(Collection entries)
######

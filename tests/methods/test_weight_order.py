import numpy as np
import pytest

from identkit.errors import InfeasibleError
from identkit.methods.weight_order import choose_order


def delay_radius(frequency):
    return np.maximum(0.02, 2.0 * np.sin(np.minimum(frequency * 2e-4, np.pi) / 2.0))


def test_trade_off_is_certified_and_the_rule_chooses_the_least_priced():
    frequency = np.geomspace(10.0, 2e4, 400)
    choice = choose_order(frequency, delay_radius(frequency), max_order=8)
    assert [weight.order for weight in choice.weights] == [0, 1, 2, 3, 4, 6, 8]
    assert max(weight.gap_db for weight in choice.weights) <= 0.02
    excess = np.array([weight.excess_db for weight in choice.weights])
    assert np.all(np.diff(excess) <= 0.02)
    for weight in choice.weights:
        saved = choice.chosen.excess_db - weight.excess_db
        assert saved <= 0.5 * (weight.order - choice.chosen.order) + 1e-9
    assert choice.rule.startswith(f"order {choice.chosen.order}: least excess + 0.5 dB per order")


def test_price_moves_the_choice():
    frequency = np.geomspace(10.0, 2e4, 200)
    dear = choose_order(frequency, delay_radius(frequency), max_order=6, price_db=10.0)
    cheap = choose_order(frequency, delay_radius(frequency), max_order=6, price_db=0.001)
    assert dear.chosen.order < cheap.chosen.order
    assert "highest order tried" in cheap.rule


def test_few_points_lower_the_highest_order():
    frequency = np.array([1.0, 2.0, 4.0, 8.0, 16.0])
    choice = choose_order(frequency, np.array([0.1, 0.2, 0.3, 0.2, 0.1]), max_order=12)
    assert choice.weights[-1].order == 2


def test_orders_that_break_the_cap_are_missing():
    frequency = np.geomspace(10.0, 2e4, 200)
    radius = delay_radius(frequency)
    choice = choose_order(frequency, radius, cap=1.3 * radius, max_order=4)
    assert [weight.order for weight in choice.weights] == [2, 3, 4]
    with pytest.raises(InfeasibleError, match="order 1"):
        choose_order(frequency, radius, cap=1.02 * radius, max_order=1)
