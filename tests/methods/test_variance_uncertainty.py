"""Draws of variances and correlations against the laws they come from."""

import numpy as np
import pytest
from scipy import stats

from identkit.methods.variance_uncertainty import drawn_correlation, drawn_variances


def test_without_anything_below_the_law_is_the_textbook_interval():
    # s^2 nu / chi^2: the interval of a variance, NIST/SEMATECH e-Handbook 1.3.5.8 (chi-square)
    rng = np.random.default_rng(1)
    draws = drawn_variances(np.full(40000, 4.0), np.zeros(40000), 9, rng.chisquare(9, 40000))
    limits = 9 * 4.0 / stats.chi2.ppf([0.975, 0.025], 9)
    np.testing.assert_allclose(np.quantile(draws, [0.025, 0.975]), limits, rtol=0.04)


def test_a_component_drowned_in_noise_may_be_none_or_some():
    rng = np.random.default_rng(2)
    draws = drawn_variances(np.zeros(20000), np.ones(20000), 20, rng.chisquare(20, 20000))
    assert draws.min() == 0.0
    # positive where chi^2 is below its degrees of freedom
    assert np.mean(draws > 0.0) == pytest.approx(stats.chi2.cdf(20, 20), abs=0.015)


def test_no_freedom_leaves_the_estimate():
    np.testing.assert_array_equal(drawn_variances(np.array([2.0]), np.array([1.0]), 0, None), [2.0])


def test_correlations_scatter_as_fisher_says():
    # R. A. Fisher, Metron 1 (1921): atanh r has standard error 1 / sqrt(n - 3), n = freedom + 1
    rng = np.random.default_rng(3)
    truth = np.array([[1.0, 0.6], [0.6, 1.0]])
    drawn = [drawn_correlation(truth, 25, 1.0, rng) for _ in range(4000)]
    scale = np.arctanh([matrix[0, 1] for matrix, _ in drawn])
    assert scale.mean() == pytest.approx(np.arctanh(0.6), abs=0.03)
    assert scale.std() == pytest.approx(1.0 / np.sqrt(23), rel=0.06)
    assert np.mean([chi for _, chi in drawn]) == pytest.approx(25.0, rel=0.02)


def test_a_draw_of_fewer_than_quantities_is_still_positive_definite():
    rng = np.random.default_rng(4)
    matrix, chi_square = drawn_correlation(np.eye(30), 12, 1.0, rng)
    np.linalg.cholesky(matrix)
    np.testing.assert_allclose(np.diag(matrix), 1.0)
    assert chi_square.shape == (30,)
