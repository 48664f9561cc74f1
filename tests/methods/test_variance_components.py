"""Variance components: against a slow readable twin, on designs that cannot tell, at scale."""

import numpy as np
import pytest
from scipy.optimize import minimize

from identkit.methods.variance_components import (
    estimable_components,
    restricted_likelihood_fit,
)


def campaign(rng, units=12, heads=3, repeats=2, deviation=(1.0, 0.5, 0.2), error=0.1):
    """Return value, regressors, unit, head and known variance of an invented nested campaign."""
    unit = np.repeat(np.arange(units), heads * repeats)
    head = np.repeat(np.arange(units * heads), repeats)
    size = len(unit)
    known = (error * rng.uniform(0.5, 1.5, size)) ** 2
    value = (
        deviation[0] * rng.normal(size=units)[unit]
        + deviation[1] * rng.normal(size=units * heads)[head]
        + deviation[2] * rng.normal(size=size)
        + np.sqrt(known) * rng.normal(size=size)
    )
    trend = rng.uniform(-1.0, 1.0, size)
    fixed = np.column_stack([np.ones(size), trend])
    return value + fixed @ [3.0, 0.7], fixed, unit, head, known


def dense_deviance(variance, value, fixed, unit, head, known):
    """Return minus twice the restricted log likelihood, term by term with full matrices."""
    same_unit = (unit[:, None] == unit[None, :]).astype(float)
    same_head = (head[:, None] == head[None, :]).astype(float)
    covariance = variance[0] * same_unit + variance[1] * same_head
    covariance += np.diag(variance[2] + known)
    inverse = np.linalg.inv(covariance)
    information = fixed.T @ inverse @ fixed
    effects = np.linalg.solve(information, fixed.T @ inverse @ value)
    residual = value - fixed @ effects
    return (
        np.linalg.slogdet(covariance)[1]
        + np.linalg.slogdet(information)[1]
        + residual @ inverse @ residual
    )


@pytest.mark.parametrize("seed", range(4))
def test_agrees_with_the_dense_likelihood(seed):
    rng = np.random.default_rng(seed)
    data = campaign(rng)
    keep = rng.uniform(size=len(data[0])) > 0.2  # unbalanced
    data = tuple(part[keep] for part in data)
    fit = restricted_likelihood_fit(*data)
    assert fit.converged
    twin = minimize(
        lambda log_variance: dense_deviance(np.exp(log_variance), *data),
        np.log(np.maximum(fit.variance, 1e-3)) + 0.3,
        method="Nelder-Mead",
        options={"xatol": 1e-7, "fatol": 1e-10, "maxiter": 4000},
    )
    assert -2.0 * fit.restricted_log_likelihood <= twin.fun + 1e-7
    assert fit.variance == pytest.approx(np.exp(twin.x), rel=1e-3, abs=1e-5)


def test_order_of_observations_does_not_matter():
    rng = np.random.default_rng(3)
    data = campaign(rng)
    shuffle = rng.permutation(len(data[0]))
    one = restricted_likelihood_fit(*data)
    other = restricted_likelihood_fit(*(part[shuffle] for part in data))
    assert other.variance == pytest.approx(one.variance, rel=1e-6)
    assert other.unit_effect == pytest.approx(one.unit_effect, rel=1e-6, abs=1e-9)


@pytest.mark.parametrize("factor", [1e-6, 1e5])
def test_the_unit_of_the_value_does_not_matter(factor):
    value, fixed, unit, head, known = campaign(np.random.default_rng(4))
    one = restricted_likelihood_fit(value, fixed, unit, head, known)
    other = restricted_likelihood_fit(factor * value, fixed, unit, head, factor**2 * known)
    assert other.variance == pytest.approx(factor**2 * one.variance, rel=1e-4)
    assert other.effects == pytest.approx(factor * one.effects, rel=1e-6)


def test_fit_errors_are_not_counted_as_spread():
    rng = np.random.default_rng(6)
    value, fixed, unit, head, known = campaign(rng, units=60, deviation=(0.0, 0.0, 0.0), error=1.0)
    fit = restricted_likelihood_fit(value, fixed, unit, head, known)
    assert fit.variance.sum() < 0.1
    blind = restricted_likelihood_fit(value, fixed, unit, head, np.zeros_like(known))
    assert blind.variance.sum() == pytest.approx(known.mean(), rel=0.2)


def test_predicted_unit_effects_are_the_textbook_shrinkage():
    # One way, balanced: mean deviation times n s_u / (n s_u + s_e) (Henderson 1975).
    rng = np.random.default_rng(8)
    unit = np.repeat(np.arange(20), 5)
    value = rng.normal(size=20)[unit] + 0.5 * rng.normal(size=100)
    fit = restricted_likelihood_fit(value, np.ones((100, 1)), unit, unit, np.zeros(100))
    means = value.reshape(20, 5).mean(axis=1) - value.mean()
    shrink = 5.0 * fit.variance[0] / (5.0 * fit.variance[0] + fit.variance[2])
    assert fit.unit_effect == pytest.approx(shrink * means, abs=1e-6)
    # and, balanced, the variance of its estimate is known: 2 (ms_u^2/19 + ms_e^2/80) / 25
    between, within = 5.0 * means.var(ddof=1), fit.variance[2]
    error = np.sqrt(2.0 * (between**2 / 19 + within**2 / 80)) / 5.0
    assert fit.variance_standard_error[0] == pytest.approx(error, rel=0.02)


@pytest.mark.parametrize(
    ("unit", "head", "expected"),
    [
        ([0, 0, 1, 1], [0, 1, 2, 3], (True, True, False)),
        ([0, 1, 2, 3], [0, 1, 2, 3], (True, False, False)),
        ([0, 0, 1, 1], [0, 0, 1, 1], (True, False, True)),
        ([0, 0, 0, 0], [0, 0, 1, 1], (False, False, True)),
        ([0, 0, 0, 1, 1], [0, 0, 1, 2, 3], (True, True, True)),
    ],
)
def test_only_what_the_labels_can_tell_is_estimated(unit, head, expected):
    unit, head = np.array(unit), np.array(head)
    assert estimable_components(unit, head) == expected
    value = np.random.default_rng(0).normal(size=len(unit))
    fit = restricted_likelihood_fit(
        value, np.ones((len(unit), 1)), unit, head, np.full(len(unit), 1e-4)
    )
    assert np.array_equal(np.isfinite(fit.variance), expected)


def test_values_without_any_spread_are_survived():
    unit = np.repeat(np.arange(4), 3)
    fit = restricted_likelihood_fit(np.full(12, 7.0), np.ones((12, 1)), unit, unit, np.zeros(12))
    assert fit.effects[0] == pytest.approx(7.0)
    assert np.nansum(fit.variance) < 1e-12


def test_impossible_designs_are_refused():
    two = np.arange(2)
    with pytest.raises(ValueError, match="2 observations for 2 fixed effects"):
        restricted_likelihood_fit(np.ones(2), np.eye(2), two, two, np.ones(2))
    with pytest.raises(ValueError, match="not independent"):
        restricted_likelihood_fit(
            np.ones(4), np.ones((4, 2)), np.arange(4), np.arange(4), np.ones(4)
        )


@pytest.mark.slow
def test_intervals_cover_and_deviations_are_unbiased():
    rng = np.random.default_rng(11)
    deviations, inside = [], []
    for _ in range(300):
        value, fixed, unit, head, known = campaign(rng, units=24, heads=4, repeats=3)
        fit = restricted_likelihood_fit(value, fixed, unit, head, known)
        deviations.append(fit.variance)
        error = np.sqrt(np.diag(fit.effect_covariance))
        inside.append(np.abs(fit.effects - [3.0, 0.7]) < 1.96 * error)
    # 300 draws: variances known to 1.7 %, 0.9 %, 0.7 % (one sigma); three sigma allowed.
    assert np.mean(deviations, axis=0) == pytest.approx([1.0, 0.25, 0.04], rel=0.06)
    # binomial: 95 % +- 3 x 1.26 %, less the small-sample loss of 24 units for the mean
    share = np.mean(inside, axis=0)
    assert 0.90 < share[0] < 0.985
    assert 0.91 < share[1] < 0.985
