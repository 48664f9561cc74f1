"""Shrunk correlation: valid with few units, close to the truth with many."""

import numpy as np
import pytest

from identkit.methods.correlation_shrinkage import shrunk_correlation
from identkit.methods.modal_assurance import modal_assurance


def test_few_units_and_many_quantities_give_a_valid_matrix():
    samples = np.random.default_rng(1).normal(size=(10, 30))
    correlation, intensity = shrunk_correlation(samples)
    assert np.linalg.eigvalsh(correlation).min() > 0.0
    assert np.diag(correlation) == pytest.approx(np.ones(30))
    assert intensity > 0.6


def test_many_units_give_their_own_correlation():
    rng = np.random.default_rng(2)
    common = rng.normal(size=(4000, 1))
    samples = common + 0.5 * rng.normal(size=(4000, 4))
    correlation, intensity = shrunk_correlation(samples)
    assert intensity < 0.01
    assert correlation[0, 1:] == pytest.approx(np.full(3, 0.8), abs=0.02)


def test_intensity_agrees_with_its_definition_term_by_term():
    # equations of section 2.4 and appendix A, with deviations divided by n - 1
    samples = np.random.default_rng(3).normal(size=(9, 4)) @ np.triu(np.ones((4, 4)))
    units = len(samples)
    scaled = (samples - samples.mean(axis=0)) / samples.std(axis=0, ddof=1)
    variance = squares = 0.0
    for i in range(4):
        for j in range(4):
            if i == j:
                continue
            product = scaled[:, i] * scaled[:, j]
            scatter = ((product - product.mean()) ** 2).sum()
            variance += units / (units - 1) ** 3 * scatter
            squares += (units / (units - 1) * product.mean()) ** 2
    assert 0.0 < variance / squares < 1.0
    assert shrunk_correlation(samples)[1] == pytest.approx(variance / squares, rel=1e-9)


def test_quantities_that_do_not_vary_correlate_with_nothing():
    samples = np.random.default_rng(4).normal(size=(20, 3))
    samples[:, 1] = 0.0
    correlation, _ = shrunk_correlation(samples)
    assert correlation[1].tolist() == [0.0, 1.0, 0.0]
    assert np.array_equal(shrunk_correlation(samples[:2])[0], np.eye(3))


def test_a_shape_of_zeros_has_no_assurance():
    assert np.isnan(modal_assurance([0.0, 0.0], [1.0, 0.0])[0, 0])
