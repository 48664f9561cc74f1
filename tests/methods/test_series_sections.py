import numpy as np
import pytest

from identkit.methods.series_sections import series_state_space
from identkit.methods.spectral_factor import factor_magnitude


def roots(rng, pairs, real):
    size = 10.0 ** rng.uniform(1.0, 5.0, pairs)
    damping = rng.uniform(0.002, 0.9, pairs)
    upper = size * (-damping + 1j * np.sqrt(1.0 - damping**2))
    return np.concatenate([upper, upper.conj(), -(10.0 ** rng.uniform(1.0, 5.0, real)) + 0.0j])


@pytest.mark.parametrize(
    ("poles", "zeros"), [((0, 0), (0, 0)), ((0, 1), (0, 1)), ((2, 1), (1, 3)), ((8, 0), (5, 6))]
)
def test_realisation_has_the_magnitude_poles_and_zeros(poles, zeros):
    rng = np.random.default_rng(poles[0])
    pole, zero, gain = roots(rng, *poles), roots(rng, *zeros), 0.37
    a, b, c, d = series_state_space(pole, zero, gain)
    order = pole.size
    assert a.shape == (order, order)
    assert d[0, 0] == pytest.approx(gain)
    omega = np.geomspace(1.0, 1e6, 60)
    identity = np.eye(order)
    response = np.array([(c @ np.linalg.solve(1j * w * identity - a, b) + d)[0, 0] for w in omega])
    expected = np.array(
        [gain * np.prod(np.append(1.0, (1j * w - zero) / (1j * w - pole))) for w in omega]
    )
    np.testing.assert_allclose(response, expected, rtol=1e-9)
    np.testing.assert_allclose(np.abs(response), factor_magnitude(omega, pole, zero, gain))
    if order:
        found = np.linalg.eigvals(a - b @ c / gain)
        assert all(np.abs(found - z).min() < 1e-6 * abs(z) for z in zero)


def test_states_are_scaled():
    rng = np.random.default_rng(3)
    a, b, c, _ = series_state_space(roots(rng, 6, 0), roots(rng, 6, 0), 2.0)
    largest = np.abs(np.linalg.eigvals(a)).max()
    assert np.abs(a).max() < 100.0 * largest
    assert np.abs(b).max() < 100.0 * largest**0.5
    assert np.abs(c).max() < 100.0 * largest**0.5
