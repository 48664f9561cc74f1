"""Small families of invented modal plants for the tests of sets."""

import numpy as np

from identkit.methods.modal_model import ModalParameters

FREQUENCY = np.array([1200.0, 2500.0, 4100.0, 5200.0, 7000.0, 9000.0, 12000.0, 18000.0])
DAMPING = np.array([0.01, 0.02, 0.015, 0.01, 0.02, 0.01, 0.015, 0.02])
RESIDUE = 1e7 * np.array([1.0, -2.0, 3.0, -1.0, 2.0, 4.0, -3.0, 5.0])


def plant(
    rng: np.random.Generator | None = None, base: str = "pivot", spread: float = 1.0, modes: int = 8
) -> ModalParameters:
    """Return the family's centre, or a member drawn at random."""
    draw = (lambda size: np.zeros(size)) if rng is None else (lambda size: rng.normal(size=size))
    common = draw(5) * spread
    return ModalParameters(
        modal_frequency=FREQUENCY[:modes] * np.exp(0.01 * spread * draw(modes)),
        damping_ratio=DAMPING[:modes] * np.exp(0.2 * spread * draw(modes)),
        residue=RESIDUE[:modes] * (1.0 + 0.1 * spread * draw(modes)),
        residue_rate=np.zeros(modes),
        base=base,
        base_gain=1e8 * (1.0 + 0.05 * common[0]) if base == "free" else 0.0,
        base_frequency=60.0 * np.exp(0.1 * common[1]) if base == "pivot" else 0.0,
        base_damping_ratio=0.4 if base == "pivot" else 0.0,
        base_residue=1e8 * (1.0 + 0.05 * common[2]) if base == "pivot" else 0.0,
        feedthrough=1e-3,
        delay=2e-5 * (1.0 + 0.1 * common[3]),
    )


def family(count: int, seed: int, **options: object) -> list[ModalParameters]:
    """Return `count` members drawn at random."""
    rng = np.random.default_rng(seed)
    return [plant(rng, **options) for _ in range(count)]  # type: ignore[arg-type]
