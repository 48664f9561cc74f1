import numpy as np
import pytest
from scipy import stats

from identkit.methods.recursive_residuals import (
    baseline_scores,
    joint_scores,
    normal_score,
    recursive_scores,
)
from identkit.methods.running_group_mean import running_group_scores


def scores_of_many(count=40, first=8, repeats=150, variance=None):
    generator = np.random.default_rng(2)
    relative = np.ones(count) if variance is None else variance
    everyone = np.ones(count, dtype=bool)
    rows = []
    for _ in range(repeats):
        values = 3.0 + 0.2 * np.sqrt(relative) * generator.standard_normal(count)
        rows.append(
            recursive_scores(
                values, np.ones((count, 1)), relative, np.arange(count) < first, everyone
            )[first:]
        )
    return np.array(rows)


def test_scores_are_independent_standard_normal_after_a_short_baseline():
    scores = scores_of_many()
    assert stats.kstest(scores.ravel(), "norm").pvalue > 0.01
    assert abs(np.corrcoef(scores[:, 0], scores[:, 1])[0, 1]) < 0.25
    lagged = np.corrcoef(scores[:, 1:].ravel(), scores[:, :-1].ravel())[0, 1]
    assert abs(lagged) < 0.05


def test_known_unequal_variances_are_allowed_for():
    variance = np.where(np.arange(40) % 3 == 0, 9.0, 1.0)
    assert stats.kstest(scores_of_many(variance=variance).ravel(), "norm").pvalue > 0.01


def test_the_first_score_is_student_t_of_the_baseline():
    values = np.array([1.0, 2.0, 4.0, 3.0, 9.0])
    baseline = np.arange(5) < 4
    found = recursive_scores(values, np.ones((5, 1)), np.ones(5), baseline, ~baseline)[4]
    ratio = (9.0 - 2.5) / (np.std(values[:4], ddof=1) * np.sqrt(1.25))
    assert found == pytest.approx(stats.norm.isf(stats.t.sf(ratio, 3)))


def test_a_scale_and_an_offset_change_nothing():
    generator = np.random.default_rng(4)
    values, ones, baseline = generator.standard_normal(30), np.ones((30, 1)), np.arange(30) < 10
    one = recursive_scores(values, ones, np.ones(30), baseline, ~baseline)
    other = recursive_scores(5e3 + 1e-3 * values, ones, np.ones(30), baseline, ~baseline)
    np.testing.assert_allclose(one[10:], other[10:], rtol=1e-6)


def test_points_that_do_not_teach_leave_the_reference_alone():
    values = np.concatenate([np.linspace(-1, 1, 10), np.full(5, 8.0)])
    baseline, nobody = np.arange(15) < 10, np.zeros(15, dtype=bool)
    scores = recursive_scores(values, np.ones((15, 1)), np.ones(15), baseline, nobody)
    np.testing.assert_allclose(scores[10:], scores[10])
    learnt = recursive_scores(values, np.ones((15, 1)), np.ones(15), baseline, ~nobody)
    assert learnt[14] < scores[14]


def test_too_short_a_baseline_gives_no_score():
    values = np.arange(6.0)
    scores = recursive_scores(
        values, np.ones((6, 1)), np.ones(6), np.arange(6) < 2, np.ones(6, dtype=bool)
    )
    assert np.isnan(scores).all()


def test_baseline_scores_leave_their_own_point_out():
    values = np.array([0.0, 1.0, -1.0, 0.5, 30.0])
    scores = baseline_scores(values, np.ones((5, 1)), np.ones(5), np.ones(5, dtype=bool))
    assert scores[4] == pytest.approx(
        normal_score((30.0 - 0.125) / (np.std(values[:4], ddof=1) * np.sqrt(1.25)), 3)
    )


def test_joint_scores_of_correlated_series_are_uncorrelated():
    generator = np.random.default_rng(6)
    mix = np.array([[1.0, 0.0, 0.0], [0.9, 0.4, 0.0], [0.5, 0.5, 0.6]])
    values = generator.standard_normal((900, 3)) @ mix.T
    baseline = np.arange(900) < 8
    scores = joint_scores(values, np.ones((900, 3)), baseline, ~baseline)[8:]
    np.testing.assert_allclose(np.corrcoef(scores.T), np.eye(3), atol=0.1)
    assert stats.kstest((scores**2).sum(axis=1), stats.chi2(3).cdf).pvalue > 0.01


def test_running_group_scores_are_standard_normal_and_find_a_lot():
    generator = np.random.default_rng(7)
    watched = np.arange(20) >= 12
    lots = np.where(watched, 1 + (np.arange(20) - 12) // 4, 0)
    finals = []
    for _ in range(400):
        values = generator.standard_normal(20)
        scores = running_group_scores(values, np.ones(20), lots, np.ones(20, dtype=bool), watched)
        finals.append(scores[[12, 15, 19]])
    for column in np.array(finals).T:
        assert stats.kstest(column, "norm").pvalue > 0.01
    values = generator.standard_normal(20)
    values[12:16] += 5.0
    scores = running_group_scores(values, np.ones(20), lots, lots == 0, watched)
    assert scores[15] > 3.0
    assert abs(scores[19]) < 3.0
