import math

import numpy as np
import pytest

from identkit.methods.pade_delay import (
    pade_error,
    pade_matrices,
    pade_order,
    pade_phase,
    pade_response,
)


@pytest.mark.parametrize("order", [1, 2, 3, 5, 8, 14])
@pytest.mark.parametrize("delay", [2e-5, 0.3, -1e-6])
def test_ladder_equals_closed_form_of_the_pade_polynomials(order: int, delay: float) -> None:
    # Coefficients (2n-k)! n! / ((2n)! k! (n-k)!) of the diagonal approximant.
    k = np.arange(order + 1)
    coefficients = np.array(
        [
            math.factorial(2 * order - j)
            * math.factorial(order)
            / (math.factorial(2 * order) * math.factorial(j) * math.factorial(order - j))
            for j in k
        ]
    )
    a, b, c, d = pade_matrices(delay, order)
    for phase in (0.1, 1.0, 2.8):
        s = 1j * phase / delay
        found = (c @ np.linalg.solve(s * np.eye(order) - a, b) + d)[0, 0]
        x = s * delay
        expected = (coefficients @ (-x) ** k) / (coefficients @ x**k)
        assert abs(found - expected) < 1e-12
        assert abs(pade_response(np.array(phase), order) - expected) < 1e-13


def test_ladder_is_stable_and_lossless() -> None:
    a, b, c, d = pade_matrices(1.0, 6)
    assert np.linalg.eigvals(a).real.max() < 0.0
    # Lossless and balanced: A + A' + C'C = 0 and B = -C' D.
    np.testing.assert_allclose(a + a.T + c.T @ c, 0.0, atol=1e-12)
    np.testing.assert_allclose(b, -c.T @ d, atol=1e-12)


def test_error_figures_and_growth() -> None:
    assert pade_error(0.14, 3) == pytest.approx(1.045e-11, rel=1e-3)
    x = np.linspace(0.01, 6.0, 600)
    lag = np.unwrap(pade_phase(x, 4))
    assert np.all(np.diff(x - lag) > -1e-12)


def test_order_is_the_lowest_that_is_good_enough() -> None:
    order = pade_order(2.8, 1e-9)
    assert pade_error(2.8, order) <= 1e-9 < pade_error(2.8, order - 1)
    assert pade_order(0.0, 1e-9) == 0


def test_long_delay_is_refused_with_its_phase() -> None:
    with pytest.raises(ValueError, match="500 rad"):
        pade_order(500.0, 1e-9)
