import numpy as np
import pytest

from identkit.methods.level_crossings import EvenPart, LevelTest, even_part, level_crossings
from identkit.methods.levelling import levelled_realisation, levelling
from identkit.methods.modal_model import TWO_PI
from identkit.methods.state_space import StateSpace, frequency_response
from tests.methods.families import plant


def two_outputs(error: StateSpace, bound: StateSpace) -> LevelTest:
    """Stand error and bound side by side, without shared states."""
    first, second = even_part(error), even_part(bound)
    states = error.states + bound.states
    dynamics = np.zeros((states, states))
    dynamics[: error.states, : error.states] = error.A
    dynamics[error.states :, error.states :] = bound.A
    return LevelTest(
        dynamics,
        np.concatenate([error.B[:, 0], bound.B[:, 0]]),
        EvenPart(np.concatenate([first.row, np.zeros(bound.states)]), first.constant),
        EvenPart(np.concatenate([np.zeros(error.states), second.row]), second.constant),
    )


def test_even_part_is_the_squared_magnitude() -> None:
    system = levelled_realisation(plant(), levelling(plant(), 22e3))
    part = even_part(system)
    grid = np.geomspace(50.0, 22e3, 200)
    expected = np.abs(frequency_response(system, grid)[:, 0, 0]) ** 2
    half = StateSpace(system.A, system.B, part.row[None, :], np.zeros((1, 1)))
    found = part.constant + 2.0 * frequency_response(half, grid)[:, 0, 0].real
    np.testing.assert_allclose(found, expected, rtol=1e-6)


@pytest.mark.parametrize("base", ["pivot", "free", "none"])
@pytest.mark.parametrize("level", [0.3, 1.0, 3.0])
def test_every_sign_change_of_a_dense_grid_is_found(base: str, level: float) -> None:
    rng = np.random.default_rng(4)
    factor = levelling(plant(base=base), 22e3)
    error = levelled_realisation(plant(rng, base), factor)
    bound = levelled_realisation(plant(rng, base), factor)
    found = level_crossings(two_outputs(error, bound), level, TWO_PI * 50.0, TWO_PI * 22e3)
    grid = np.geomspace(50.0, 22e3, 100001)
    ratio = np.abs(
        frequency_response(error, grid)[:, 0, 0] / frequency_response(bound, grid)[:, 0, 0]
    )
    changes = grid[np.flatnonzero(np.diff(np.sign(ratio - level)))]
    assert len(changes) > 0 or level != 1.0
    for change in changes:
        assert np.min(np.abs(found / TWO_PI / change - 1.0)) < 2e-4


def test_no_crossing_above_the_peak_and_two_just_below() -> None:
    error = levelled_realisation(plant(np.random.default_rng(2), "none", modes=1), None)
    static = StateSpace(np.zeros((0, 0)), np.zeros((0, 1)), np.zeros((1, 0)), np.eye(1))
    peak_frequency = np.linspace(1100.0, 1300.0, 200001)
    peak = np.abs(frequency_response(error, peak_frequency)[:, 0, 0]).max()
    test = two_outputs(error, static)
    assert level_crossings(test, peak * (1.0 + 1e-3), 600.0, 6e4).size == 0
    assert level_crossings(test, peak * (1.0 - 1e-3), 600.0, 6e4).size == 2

######

*What is needed*. Would you retype exactly the lines above, from the line with "lots = np.where(watched, 1" to the line with "x = np.linspace(0.01, 6.0, 600)", with both end lines kept and nothing more?

*Final answer*.
    lots = np.where(watched, 1 + (np.arange(20) - 12) // 4, 0)
    finals = []
    for _ in range(400):
        values = generator.standard_normal(20)
        scores = running_group_scores(values, np.ones(20), lots, np.ones(20, dtype=bool), watched)
        finals.append(scores[[12, 15, 19]])
    for column in np.array(finals).T:
        assert stats.kstest(column, "norm").pvalue > 0.01
    values = generator.standard_normal(20)
    values[12:16] += 5.0
    scores = running_group_scores(values, np.ones(20), lots, lots == 0, watched)
    assert scores[15] > 3.0
    assert abs(scores[19]) < 3.0
import math

import numpy as np
import pytest

from identkit.methods.pade_delay import (
    pade_error,
    pade_matrices,
    pade_order,
    pade_phase,
    pade_response,
)


@pytest.mark.parametrize("order", [1, 2, 3, 5, 8, 14])
@pytest.mark.parametrize("delay", [2e-5, 0.3, -1e-6])
def test_ladder_equals_closed_form_of_the_pade_polynomials(order: int, delay: float) -> None:
    # Coefficients (2n-k)! n! / ((2n)! k! (n-k)!) of the diagonal approximant.
    k = np.arange(order + 1)
    coefficients = np.array(
        [
            math.factorial(2 * order - j)
            * math.factorial(order)
            / (math.factorial(2 * order) * math.factorial(j) * math.factorial(order - j))
            for j in k
        ]
    )
    a, b, c, d = pade_matrices(delay, order)
    for phase in (0.1, 1.0, 2.8):
        s = 1j * phase / delay
        found = (c @ np.linalg.solve(s * np.eye(order) - a, b) + d)[0, 0]
        x = s * delay
        expected = (coefficients @ (-x) ** k) / (coefficients @ x**k)
        assert abs(found - expected) < 1e-12
        assert abs(pade_response(np.array(phase), order) - expected) < 1e-13


def test_ladder_is_stable_and_lossless() -> None:
    a, b, c, d = pade_matrices(1.0, 6)
    assert np.linalg.eigvals(a).real.max() < 0.0
    # Lossless and balanced: A + A' + C'C = 0 and B = -C' D.
    np.testing.assert_allclose(a + a.T + c.T @ c, 0.0, atol=1e-12)
    np.testing.assert_allclose(b, -c.T @ d, atol=1e-12)


def test_error_figures_and_growth() -> None:
    assert pade_error(0.14, 3) == pytest.approx(1.045e-11, rel=1e-3)
    x = np.linspace(0.01, 6.0, 600)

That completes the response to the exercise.